There’s clearly a lot of astroturfing going on.
Yet here we are, 20 years later, routinely ordering FURNITURE on the internent and often delivered "free".
My point being, sure, there is a lot of hype around AI but that doesn't mean that there aren't nuggets of very useful projects happening.
Neither argument works
Yeah I think so too. I even see it here on HN
I'm just tuning it all out. The big test is just installing the damn thing and seeing what it can do. There's 0 barrier to trying it
It doesn’t guarantee the skeptics are wrong all the time.
It is really hard to actually make anything substantial on social media exposure. Unfortunately this does not stop many from exaggerating claims in order to (maybe become) be internet famous, or seeing high number of clicks etc. So it is both bad business for creators, and poisoning the discourse for readers - the only real winners are the social media companies and the product companies that get hyped up.
However getting the AI to build production quality code is sometimes quite frustrating, and requires a very hands-on approach.
I've been thinking about this a lot lately in another context -- vira priests being anti-vax and realized it's the other way around: their motivation doesn't matter, but the viewers don't want to see moderate content, they want to see highly polarized and controversial topics.
The same with the claims about AI. Nobody wants to hear AI boosts productivity in nuanced way, people either want to hear about 10X or -10X so the market dictates the content/meme.

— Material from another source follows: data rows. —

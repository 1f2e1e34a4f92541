import { Router } from 'express';
import { allow } from '../auth/permission';
import { databaseAnswers, type Db } from '../db';

/** Public: tells a load balancer, the start script and the shell whether Brimwatch can serve. */
export function healthRoutes(db: Db, version: string): Router {
  const router = Router();
  router.get('/health', allow('public'), async (_req, res) => {
    const database = await databaseAnswers(db);
    if (database.up) {
      res.json({ status: 'ok', database: 'up', version });
    } else {
      res.status(503).json({ status: 'down', database: 'down', reason: `the database does not answer: ${database.reason}`, version });
    }
  });
  return router;
}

Reddit is like 90% astroturfing, trolls, and bots.
Stocks are another matter. There were wonder "algorithms" even before "AI". I helped some friends tweak some. They had the enthusiasm and I had the programming expertise and I was curious.
That was a couple years ago. None of them is rich and retired now - which was what the test runs were showing - and I think most aren't even trading any more.
I have gone from being challenged on the first point, to the second. The hype is not what it has been.